Rinnego a palpiti musicali le volontà emendate, spodesto l'app, illumino ogni giardino abbarbicato all'mmobile. L'incedere a tacco alto del semaforo è opinione dell'incrocio indossa un loden acquistato in periferia a Bordeaux secoli fa. Collant neri viso impalato la monotona espressione bacia il mondo solito circuito auricolare. Sboccia frettoloso la circonferenza fahrenheit stilla per tutti raggi laser nell'acqua s'innesta sferica sul volo. L'usignolo corvino è solista autore che rulla sospeso. L'ombra di lucore corteccia di leopardo luccica rose colmano l'abisso degli amanti. Noi non sappiamo ma veniamo a scarpe nude cuciti nell'occhio seppia che passa per la luna, la serpe striscia precia come mantra. Bisogna pur dire qualcosa all'oro. Con zampa felina apro la porta in fessura, fiero, di glorie nei mazzi sfocati di fiori. Seguo l'assolo rap governa l'acerbo che prende. Indossato è indice di parsimonia al sacco colmo di ennesime bugie.

( Ph )




martedì 26 aprile 2016

172


 - L'ora della siesta -

E' un pallido giogo decostruito sulle rive del morire. Voci dalla strada sono frammenti d'epopee che limano cantici lunari, per noi. L'ancella accurata distribuisce itinerari non commuove. Spighe frutto penne dell'addio decollano sull'unicorno. A sella sgualcita, il ramarro libera la velocità sulla pietra. Nel profondo flut lego civette dialetto e bevo. Al ramo di fumo libero nebbie incombuste, battezzo grappoli d'uva sanata. Le piaghe telluriche al party girocollo sono sopralluogo al cashmere che dipinge vie notturne. In regia la difesa a zona regge la brughiera legata all'onda porta biciclette. Per me è l'ora della siesta.


( B.d'A. )

171


 - L'indipendente -


Passeggiava oggi la manica diveniva moda nello spirito fiacco che arricchisce. L'unità astronomica di collette abrase contorse comete su tracce di Gesù nuovo. La fortuna ammise frasi che sarebbero state vetta su labbra d'acciaio.
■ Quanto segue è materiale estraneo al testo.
package limits

import (
	"math"
	"slices"

	"creaseproof/cases/casefile"
	"creaseproof/entropy"
	"creaseproof/entropy/formula"
	"creaseproof/entropy/program"
	"creaseproof/entropy/source"
	"creaseproof/quadrature/limit"
)

// domain makes the domain of integration.
func (r *reader) domain() (limit.Domain, error) {
	l := r.l
	switch {
	case l.Ball != nil:
		return r.ball(l.Ball)
	case l.Cylinder != nil:
		return r.cylinder(l.Cylinder)
	case l.Region != nil:
		return r.region(l.Region)
	}
	d := limit.Domain{Lo: make([]float64, r.n), Hi: make([]float64, r.n)}
	seen := make([]bool, r.n)
	for _, b := range l.Box {
		name, _ := formula.FoldName(b.Name.S)
		i := slices.Index(r.set.Coordinates, name)
		if i < 0 || seen[i] {
			return d, r.c.Fault(b.Name.Pos, "give each coordinate one interval", "%q is no coordinate, or given twice", b.Name.S)
		}
		seen[i] = true
		var err error
		if d.Lo[i], d.Hi[i], err = r.ends(b); err != nil {
			return d, err
		}
	}
	if i := slices.Index(seen, false); i >= 0 {
		return d, r.c.Fault(l.Pos, "give each coordinate one interval", "the box has no interval for %s", r.set.Coordinates[i])
	}
	return d, nil
}

func (r *reader) ends(b casefile.Interval) (lo, hi float64, err error) {
	if lo, err = r.number(b.Lo); err == nil {
		hi, err = r.number(b.Hi)
	}
	if err == nil && !(hi > lo) {
		err = r.fault(b.Hi, "write the lower end first", "the interval from %g to %g is empty", lo, hi)
	}
	return lo, hi, err
}

func (r *reader) radius(t source.Text) (float64, error) {
	x, err := r.number(t)
	if err == nil && !(x > 0) {
		err = r.fault(t, "", "the radius %g is not positive", x)
	}
	return x, err
}

// ball is a disc in polar or a ball in spherical coordinates.
func (r *reader) ball(b *casefile.Ball) (d limit.Domain, err error) {
	if len(b.Center) != r.n {
		return d, r.c.Fault(b.Pos, "", "a centre of %d coordinates in %d dimensions", len(b.Center), r.n)
	}
	c, err := r.numbers(b.Center)
	if err != nil {
		return d, err
	}
	radius, err := r.radius(b.Radius)
	if err != nil {
		return d, err
	}
	if r.n == 2 {
		return limit.Domain{Lo: []float64{0, 0}, Hi: []float64{radius, 2 * math.Pi}, Map: func(s, x []float64, jac [][]float64) {
			sin, cos := math.Sincos(s[1])
			x[0], x[1] = c[0]+s[0]*cos, c[1]+s[0]*sin
			jac[0][0], jac[0][1] = cos, sin
			jac[1][0], jac[1][1] = -s[0]*sin, s[0]*cos
		}}, nil
	}
	return limit.Domain{Lo: []float64{0, 0, 0}, Hi: []float64{radius, math.Pi, 2 * math.Pi}, Map: func(s, x []float64, jac [][]float64) {
		sp, cp := math.Sincos(s[1])
		sa, ca := math.Sincos(s[2])
		x[0], x[1], x[2] = c[0]+s[0]*sp*ca, c[1]+s[0]*sp*sa, c[2]+s[0]*cp
		copy(jac[0], []float64{sp * ca, sp * sa, cp})
		copy(jac[1], []float64{s[0] * cp * ca, s[0] * cp * sa, -s[0] * sp})
		copy(jac[2], []float64{-s[0] * sp * sa, s[0] * sp * ca, 0})
	}}, nil
}

// cylinder has cylindrical coordinates about its axis.
func (r *reader) cylinder(cyl *casefile.Cylinder) (d limit.Domain, err error) {
	if r.n != 3 {
		return d, r.c.Fault(cyl.Pos, "give a box or a ball", "a cylinder in %d dimensions", r.n)
	}
	axis := 2
	if cyl.Axis != nil {
		name, _ := formula.FoldName(cyl.Axis.S)
		if axis = slices.Index(r.set.Coordinates, name); axis < 0 {
			return d, r.c.Fault(cyl.Axis.Pos, "", "%q is no coordinate", cyl.Axis.S)
		}
	}
	c, err := r.numbers(cyl.Center)
	if err != nil {
		return d, err
	}
	radius, err := r.radius(cyl.Radius)
	if err != nil {
		return d, err
	}
	lo, hi, err := r.ends(casefile.Interval{Lo: cyl.Heights[0], Hi: cyl.Heights[1]})
	if err != nil {
		return d, err
	}
	var a, b int
	switch axis {
	case 0:
		a, b = 1, 2
	case 1:
		a, b = 0, 2
	default:
		a, b = 0, 1
	}
	return limit.Domain{Lo: []float64{0, 0, lo}, Hi: []float64{radius, 2 * math.Pi, hi}, Map: func(s, x []float64, jac [][]float64) {
		sin, cos := math.Sincos(s[1])
		x[a], x[b], x[axis] = c[0]+s[0]*cos, c[1]+s[0]*sin, s[2]
		for i := range jac {
			clear(jac[i])
		}
		jac[0][a], jac[0][b] = cos, sin
		jac[1][a], jac[1][b] = -s[0]*sin, s[0]*cos
		jac[2][axis] = 1
	}}, nil
}

// region is the image of a box of parameters, which the map has to cover once.
// What a few determinants show of that is checked.
func (r *reader) region(p *casefile.Patch) (d limit.Domain, err error) {
	n := r.n
	if len(p.Map) != n || len(p.Over) != n {
		return d, r.c.Fault(p.Pos, "give as many of each as there are coordinates", "a map of %d components of %d parameters in %d dimensions", len(p.Map), len(p.Over), n)
	}
	scope := r.scope
	var inputs []entropy.Input
	for _, o := range p.Over {
		name, err := formula.FoldName(o.Name.S)
		if err == nil && scope.Kind(name) == formula.Constant {
			return d, r.c.Fault(o.Name.Pos, "choose another name", "the parameter %s is a constant of the case already", name)
		}
		if err == nil {
			scope, err = scope.With(o.Name.S)
		}
		if err != nil {
			return d, r.c.Place(err, o.Name.Pos)
		}
		inputs = append(inputs, entropy.Input{Kind: entropy.ConstantInput, Name: name})
		lo, hi, err := r.ends(o)
		if err != nil {
			return d, err
		}
		d.Lo, d.Hi = append(d.Lo, lo), append(d.Hi, hi)
	}
	in, num := r.set.NewNumeric(nil, inputs...)
	num.Closed = true
	var outs []program.Ref
	for _, t := range p.Map {
		node, err := scope.ParseExpr(t)
		if err != nil {
			return d, err
		}
		x, err := in.Scalar(node)
		if err == nil {
			err = num.Err()
		}
		if err != nil {
			return d, r.c.Place(err, source.Pos{Line: t.Line, Col: t.Col})
		}
		outs = append(outs, x)
	}
	for k := range n {
		for _, x := range outs[:n] {
			outs = append(outs, num.Builder.Diff(x, func(i int) program.Ref {
				if i == k {
					return num.Builder.Const(1)
				}
				return 0
			}))
		}
	}
	prog, err := num.Compile(outs...)
	if err != nil {
		return d, r.c.Place(err, p.Pos)
	}
	ws, out := prog.NewWorkspace(), make([]float64, n*(n+1))
	d.Map = func(s, x []float64, jac [][]float64) {
		prog.Eval(ws, s, out)
		copy(x, out[:n])
		for j := range n {
			copy(jac[j], out[n*(j+1):n*(j+2)])
		}
	}
	return d, r.regular(p.Pos, &d)
}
Nonostante fosse palese i partecipanti con dialettica il talento per chi partecipava lo videro cateratte tolte dal binario. Con la frazione anziana a braccio teso il Guru del partito limò corna cellophane infilandosi il cappello. Indossava la mantellina, guanti per affrontare venti geometrici. Lo scolaretto tifone grattava sul muro della città la discesa alpina attraverso cui sarebbe salito sull'Olimpo degli dei. Di nuovo il coro con la postura a trionfo salì sul grafico.